China to Close Loophole Used by Tech Firms for Foreign IPOs

China to Close Loophole Used by Tech Firms for Foreign IPOs

China is planning to ban companies from going public on foreign stock markets through variable interest entities, according to people familiar with the matter, closing a loophole long used by the country’s technology industry to raise capital from overseas investors.

The ban, intended in part to address concerns over data security, is among changes included in a new draft of China’s overseas listing rules that may be finalized as soon as this month, said the people, asking not to be identified discussing private information. Companies using the so-called VIE structure would still be allowed to pursue initial public offerings in Hong Kong, subject to regulatory approval, the people said.

The China Securities Regulatory Commission stated on its website on Wednesday that a media story claiming that businesses utilizing the VIE structure will be banned from listing overseas is false, without providing any specifics.

Companies currently listed in the United States and Hong Kong that utilize VIEs would need to make changes to their ownership structures to make regulatory evaluations more transparent, especially in sectors where foreign investment is prohibited, according to the sources. It's unclear whether this would imply a reorganization of shareholders or, more dramatically, the delisting of the most sensitive companies — measures that might reignite worries of a technological decoupling between China and the United States. The proposed regulations' specifics are still being debated and may change.

Following the New York IPO of ride-hailing giant Didi Global Inc., which went forward over regulatory worries, the reform would be one of Beijing's most significant efforts to tighten down on abroad listings. Since then, authorities have moved quickly to block the influx of companies wanting to go public in the United States, effectively shutting off a road that has earned billions of dollars for technology companies and their Wall Street investors.

It's all part of a year-long effort to slow China's internet sector's rapid rise and what Beijing has called a "reckless" spread of private capital. Banning VIEs from international listings would eliminate a loophole that has allowed technological powerhouses like Alibaba Group Holding Ltd. and Tencent Holdings Ltd. to avoid foreign investment rules and list offshore for the past two decades. It might stymie the plans of companies like ByteDance Ltd. to go public outside of the United States.

A request for comment from the China Securities Regulatory Commission was not immediately returned.
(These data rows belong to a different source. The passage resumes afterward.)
import type { BeamInput, StiffnessSegment } from "../beam/index.js";
import type { Load } from "../loads/index.js";
import type { Support } from "../supports/index.js";
import type { ModelScale } from "./analysis.js";
import type { Model, ModelLoad, ModelSupport } from "./model.js";

function supportInSI(s: ModelSupport, scale: ModelScale): Support {
  return {
    kind: s.kind,
    at: s.at * scale.length,
    ...(s.stiffness === undefined ? {} : { stiffness: s.stiffness * scale.translationalStiffness }),
    ...(s.rotationalStiffness === undefined ? {} : { rotationalStiffness: s.rotationalStiffness * scale.rotationalStiffness }),
    ...(s.settlement === undefined ? {} : { settlement: s.settlement * scale.deflection }),
    ...(s.rotation === undefined ? {} : { rotation: s.rotation * scale.rotation }),
  };
}

function loadInSI(l: ModelLoad, scale: ModelScale): Load {
  const loadCase = l.case === undefined ? {} : { case: l.case };
  switch (l.kind) {
    case "point":
      return { kind: "point", at: l.at * scale.length, value: l.value * scale.force, ...loadCase };
    case "couple":
      return { kind: "couple", at: l.at * scale.length, value: l.value * scale.moment, ...loadCase };
    case "distributed":
      return {
        kind: "distributed",
        from: l.from * scale.length,
        to: l.to * scale.length,
        start: l.start * scale.forcePerLength,
        end: l.end * scale.forcePerLength,
        ...loadCase,
      };
    default:
      return l satisfies never;
  }
}

/**
 * The bending stiffness E I of the member in SI (N*m^2): from `segments`, else from `E` (or
 * `material.E`) with `I` (or the section's I_z, given in m^4 as `sectionSecondMomentSI`).
 * Returns undefined when the model gives no stiffness (parseModel reports that).
 */
function stiffnessInSI(model: Model, scale: ModelScale, sectionSecondMomentSI: number | undefined): BeamInput["stiffness"] | undefined {
  if (model.segments !== undefined) {
    return model.segments.map(
      (s): StiffnessSegment => ({ from: s.from * scale.length, to: s.to * scale.length, stiffness: s.E * scale.modulus * (s.I * scale.secondMoment) }),
    );
  }
  const E = model.E ?? model.material?.E;
  const I = model.I === undefined ? sectionSecondMomentSI : model.I * scale.secondMoment;
  return E === undefined || I === undefined ? undefined : E * scale.modulus * I;
}

/** The model as the beam solver's input, in SI base units (m, N, N*m, N/m, rad). */
export function beamInputInSI(model: Model, scale: ModelScale, sectionSecondMomentSI: number | undefined): BeamInput | undefined {
  const stiffness = stiffnessInSI(model, scale, sectionSecondMomentSI);
  if (stiffness === undefined) return undefined;
  return {
    length: model.length * scale.length,
    stiffness,
    supports: model.supports.map((s) => supportInSI(s, scale)),
    hinges: model.hinges.map((h) => h * scale.length),
    loads: model.loads.map((l) => loadInSI(l, scale)),
  };
}
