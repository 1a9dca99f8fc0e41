// The `section` part of the model-file schema: one standard shape with its named dimensions.
import type { SchemaNode } from "./schema-parts.js";

/** A dimension of a shape: its name and what it measures (for the schema's descriptions). */
interface Dimension {
  readonly name: string;
  readonly description: string;
}

/** A standard shape of a model file: its `shape` name and its dimensions. */
export interface ShapeSpec {
  /** The `shape` value in the file. */
  readonly shape: string;
  /** What it is. */
  readonly description: string;
  /** Dimensions that must be given. */
  readonly required: readonly Dimension[];
  /** Dimensions that may be given. */
  readonly optional: readonly Dimension[];
}

const d = (name: string, description: string): Dimension => ({ name, description });
const depth = d("depth", "Overall depth, top to bottom.");
const flangeWidth = d("flangeWidth", "Flange width.");
const flangeThickness = d("flangeThickness", "Flange thickness.");
const webThickness = d("webThickness", "Web thickness.");

/** Every standard shape a model file may name, with its dimensions (all in the section-length unit). */
export const SHAPES: readonly ShapeSpec[] = [
  { shape: "rectangle", description: "A solid rectangle.", required: [d("width", "Width."), depth], optional: [] },
  { shape: "circle", description: "A solid round bar.", required: [d("diameter", "Diameter.")], optional: [] },
  {
    shape: "pipe",
    description: "A circular tube.",
    required: [d("outsideDiameter", "Outside diameter."), d("wallThickness", "Wall thickness.")],
    optional: [],
  },
  {
    shape: "rectangular-hollow",
    description: "A rectangular tube with square corners.",
    required: [d("width", "Outside width."), d("depth", "Outside depth."), d("wallThickness", "Wall thickness.")],
    optional: [],
  },
  {
    shape: "i-section",
    description: "A doubly symmetric I (wide-flange or universal beam), without root fillets.",
    required: [depth, flangeWidth, flangeThickness, webThickness],
    optional: [],
  },
  {
    shape: "tee",
    description: "A tee with its flange at the top.",
    required: [depth, flangeWidth, flangeThickness, webThickness],
    optional: [],
  },
  {
    shape: "channel",
    description: "A channel with its web vertical and flanges to the right.",
    required: [depth, flangeWidth, flangeThickness, webThickness],
    optional: [],
  },
  {
    shape: "angle",
    description: "An angle with one leg vertical and one horizontal, the heel at bottom left.",
    required: [d("depth", "Length of the vertical leg."), d("width", "Length of the horizontal leg."), d("thickness", "Leg thickness.")],
    optional: [],
  },
  {
    shape: "plate-girder",
    description: "An I built from three plates, the flanges may differ.",
    required: [
      d("webDepth", "Web depth, between the flanges."),
      webThickness,
      d("topFlangeWidth", "Top flange width."),
      d("topFlangeThickness", "Top flange thickness."),
      d("bottomFlangeWidth", "Bottom flange width."),
      d("bottomFlangeThickness", "Bottom flange thickness."),
    ],
    optional: [],
  },
];

const dimensionSchema = (dim: Dimension): SchemaNode => ({ $ref: "#/$defs/sectionLength", description: `${dim.description} (section-length unit)` });

const shapeSchema = (spec: ShapeSpec): SchemaNode => ({
  type: "object",
  title: `the ${spec.shape} section`,
  description: spec.description,
  required: ["shape", ...spec.required.map((x) => x.name)],
  properties: {
    shape: { const: spec.shape },
    ...Object.fromEntries([...spec.required, ...spec.optional].map((x) => [x.name, dimensionSchema(x)])),
  },
  additionalProperties: false,
});

/** The `$defs` entries for sections. */
export const sectionDefinitions: Readonly<Record<string, SchemaNode>> = {
  section: {
    type: "object",
    title: "a cross-section",
    description: "A standard shape and its dimensions (section-length unit). Give `material` for its E. Bending is about the horizontal axis.",
    required: ["shape"],
    properties: { shape: { enum: SHAPES.map((s) => s.shape), description: "The shape; its dimensions follow." } },
    allOf: SHAPES.map((s) => ({ if: { properties: { shape: { const: s.shape } }, required: ["shape"] }, then: shapeSchema(s) })),
  },
};
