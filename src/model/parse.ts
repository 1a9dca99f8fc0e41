import { attempt, FlexuraError, issue, type FlexuraIssue, type Result } from "../errors/index.js";
import { MODEL_FORMAT_VERSION, type Model } from "./model.js";
import { readCombinationFields } from "./read-combinations.js";
import { readHinges, readLimits, readLoads, readMaterial, readSegments, readSupports } from "./read-parts.js";
import { readSection } from "./read-section.js";
import { resolveCombinations } from "./resolve-combinations.js";
import { objectAt, readQuantity, requirePositive, type Reader } from "./reader.js";
import { resolveUnits, scaleOfUnits } from "./units.js";
import { structuralIssues } from "./validate.js";

function readStiffness(reader: Reader, file: Readonly<Record<string, unknown>>, materialE: number | undefined): Pick<Model, "E" | "I"> {
  const E = readQuantity(reader, file["E"], "modulus", ["E"]);
  const I = readQuantity(reader, file["I"], "secondMoment", ["I"]);
  requirePositive(reader, E, ["E"], "modulus of elasticity");
  requirePositive(reader, I, ["I"], "second moment of area");
  const given = (name: string): boolean => file[name] !== undefined;
  if (given("E") && materialE !== undefined) {
    reader.found.push(issue("stiffness-given-twice", ["E"], 'E is given both here and in "material"; give it once.'));
  }
  const sources = ["I", "segments", "section"].filter((name) => given(name));
  if (sources.length > 1) {
    reader.found.push(
      issue("stiffness-given-twice", [sources[1] ?? "I"], `The member's stiffness must come from one of "I", "segments" or "section"; this model gives ${sources.map((s) => `"${s}"`).join(" and ")}.`, {
        sources,
      }),
    );
  } else if (sources.length === 0) {
    reader.found.push(issue("stiffness-missing", ["I"], 'Give the member\'s stiffness: "E" and "I", or "segments", or a "section" with a "material".'));
  } else if (!given("segments") && !given("E") && materialE === undefined) {
    reader.found.push(issue("modulus-missing", ["E"], 'Give the modulus of elasticity: "E", or "material": { "E": ... }.'));
  }
  return { ...(E === undefined ? {} : { E }), ...(I === undefined ? {} : { I }) };
}

function buildModel(json: unknown): Model {
  const structure = structuralIssues(json);
  // A list over the size limit is refused before any of its items is read.
  if (structure.some((i) => i.code === "too-many-items")) throw new FlexuraError(structure);
  const file = objectAt(json);
  const givenUnits = objectAt(file["units"]);
  const units = resolveUnits(givenUnits);
  const found: FlexuraIssue[] = [];
  const reader: Reader = { units, scale: scaleOfUnits(units, found, (field) => typeof givenUnits[field] === "string"), found };
  if (typeof json !== "object" || json === null || Array.isArray(json)) throw new FlexuraError(structure);
  const length = readQuantity(reader, file["length"], "length", ["length"]);
  requirePositive(reader, length, ["length"], "member length");
  const memberLength = length !== undefined && length > 0 ? length : undefined;
  const material = readMaterial(reader, file["material"]);
  const section = file["section"] === undefined ? undefined : readSection(reader, file["section"]);
  const { E, I } = readStiffness(reader, file, material?.E);
  const segments = file["segments"] === undefined ? undefined : readSegments(reader, file["segments"], E ?? material?.E);
  const model: Model = {
    format: MODEL_FORMAT_VERSION,
    ...(typeof file["name"] === "string" ? { name: file["name"] } : {}),
    ...(typeof file["description"] === "string" ? { description: file["description"] } : {}),
    units,
    length: length ?? 0,
    ...(E === undefined ? {} : { E }),
    ...(I === undefined ? {} : { I }),
    ...(segments === undefined ? {} : { segments }),
    ...(section === undefined ? {} : { section }),
    ...(material === undefined ? {} : { material }),
    supports: readSupports(reader, file["supports"], memberLength),
    hinges: readHinges(reader, file["hinges"], memberLength),
    loads: readLoads(reader, file["loads"], memberLength),
    limits: readLimits(reader, file["limits"]),
    ...readCombinationFields(reader, file),
  };
  // the meaning of cases, combinations and check groups, when their structure is sound
  if (structure.length === 0) resolveCombinations(model, found);
  const all = [...structure, ...found];
  if (all.length > 0) throw new FlexuraError(all);
  return model;
}

/**
 * Reads a model file (already parsed from JSON text) into a typed {@link Model}: checks its
 * structure against {@link modelSchema}, then its meaning (units, positions inside the member, one
 * source of stiffness), reporting every problem at once with its path (`loads[2].at`). Quantities
 * written as strings with units are converted exactly to the model's units; defaults are filled
 * in; JSON `type` tags become `kind` (a `"moment"` load becomes a `"couple"`).
 *
 * Whether the member is stable, and other beam problems, are found by `analyzeModel`.
 *
 * @param json - The model file, such as `JSON.parse(text)`. It is not changed.
 * @returns The model, every number in its own units.
 * @throws FlexuraError structural: `wrong-type`, `missing-field`, `unknown-field`, `field-not-allowed`,
 *   `not-an-option`, `unsupported-format`, `empty-string`, `too-few-items`, `not-finite`,
 *   `too-many-items` (a list longer than {@link MODEL_LIST_LIMIT});
 *   units: `unit-syntax`, `unknown-unit`, `wrong-dimension`, `unit-missing`, `number-missing` and the
 *   other codes of `parseQuantity`; meaning: `value-not-positive`, `value-negative`,
 *   `support-outside-member`, `load-outside-member`, `load-range-empty`, `hinge-outside-member`,
 *   `deflection-limit-syntax`, `stiffness-missing`, `stiffness-given-twice`, `modulus-missing`.
 * @example
 * ```ts
 * const model = parseModel({
 *   length: "6 m", E: "200 GPa", I: "8.5e7 mm^4",
 *   supports: [{ at: 0, type: "pin" }, { at: 6, type: "roller" }],
 *   loads: [{ type: "distributed", start: 12 }],
 * });
 * model.loads[0]; // { kind: "distributed", from: 0, to: 6, start: 12, end: 12 }
 * ```
 */
export function parseModel(json: unknown): Model {
  return buildModel(json);
}

/**
 * The non-throwing form of {@link parseModel}.
 *
 * @example
 * ```ts
 * const r = tryParseModel({ length: -1, supports: [] });
 * if (!r.ok) for (const i of r.error.issues) console.log(formatPath(i.path), i.message);
 * ```
 */
export function tryParseModel(json: unknown): Result<Model> {
  return attempt(() => parseModel(json));
}
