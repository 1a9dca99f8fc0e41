import type { ModelAnalysis, ModelResults } from "./analysis.js";
import type { ModelFile } from "./file.js";
import { MODEL_FORMAT_VERSION } from "./model.js";
import { modelToJson } from "./to-json.js";

/**
 * The JSON form of a {@link ModelAnalysis} (what `flexura analyze --json` prints): the same
 * results, value for value, as plain data, with the model echoed as a model file. Everything is
 * in the model's units, named in `units`.
 */
export interface ModelAnalysisJson extends ModelResults {
  /** The model-file format version the results belong to. */
  readonly format: number;
  /** The model's name, when it has one. */
  readonly name?: string;
  /** The model analysed, as a model file with every unit named. */
  readonly model: ModelFile;
}

/**
 * The results of {@link analyzeModel} as plain JSON-ready data: exactly the typed values (no
 * rounding), without the solver's SI internals and section geometry. `JSON.stringify` of it is
 * what the command line's `--json` prints.
 *
 * @param analysis - From `analyzeModel`. It is not changed.
 * @returns A plain object; `JSON.parse(JSON.stringify(result))` equals it.
 * @example
 * ```ts
 * console.log(JSON.stringify(analysisToJson(analyzeModel(parseModel(file))), null, 2));
 * ```
 */
export function analysisToJson(analysis: ModelAnalysis): ModelAnalysisJson {
  const plain = <T>(value: T): T => JSON.parse(JSON.stringify(value)) as T;
  return plain({
    format: MODEL_FORMAT_VERSION,
    ...(analysis.model.name === undefined ? {} : { name: analysis.model.name }),
    units: analysis.units,
    model: modelToJson(analysis.model),
    reactions: analysis.reactions,
    shear: analysis.shear,
    moment: analysis.moment,
    slope: analysis.slope,
    deflection: analysis.deflection,
    ...(analysis.section === undefined ? {} : { section: analysis.section }),
    ...(analysis.stress === undefined ? {} : { stress: analysis.stress }),
    checks: analysis.checks,
    pass: analysis.pass,
    warnings: analysis.warnings,
    diagrams: analysis.diagrams,
    ...(analysis.combinations === undefined ? {} : { combinations: analysis.combinations }),
  });
}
While a blanket ban on the VIE structure isn't being considered, a block on international listings and increased scrutiny for Hong Kong IPOs would mean the model would no longer be a viable option for many entrepreneurs to get funding. Regulators have already urged several investment banks to halt working on new VIE agreements, according to a source familiar with the situation.

The loss of the VIE method would endanger a lucrative line of business for Wall Street banks, which have helped almost 300 Chinese companies raise $82 billion in the United States through first-time share sales over the last decade.

Given their precarious legal position, VIEs have long been a source of concern for worldwide investors. The VIE framework, which was pioneered by Sina Corp. and its investment bankers during a 2000 IPO, has never been publicly acknowledged by Beijing.

Nonetheless, it has allowed Chinese corporations to circumvent foreign investment restrictions in sensitive industries such as the internet. The structure permits a Chinese company to move earnings to an offshore organization with shares that international investors can buy, such as the Cayman Islands or the British Virgin Islands.

While the structure has been employed by practically every major Chinese internet company, it has become more concerning for Beijing as technology companies have entered every aspect of Chinese society and accumulated vast amounts of customer data. The Cyberspace Administration of China announced in July that companies with more than 1 million users' data must get clearance before pursuing listings in other countries.

If it is determined that the listing may have a possible impact on national security, a cybersecurity study may be needed for corporations considering IPOs in Hong Kong. The adjustment hasn't deterred data-rich businesses like Cloud Village Inc., a music streaming service, and SenseTime Group Inc., an artificial intelligence company, from expanding in the city.

Authorities had little legal options until recently to halt sensitive international offerings, like the Didi IPO. According to those familiar with the situation, officials have requested the ride-hailing company to prepare a strategy to delist from the United States, which is an unusual request.

According to statistics provided by Bloomberg, only one mainland-based Chinese business has priced an IPO in the United States since the crackdown on Didi began in early July, while 29 have issued shares in Hong Kong. NetEase Inc.'s Cloud Village will make its debut in the city on Thursday, while SenseTime's much-anticipated IPO is set to begin trading in the week of December 13.

China fully supports companies that pick Hong Kong as their principal listing venue, according to a top official at the securities regulator. Shen Bing, director-general of the CSRC's department of foreign affairs, stated that China does not believe delisting from the US is healthy for firms, global investors, or the China-US relationship.

The United States has mimicked China's increased regulatory vigilance. The Securities and Exchange Commission has put a hold on planned Chinese company IPOs until adequate disclosures of political and regulatory risks are provided, warning that investors may not realize they are purchasing shares in shell firms rather than direct interests in enterprises.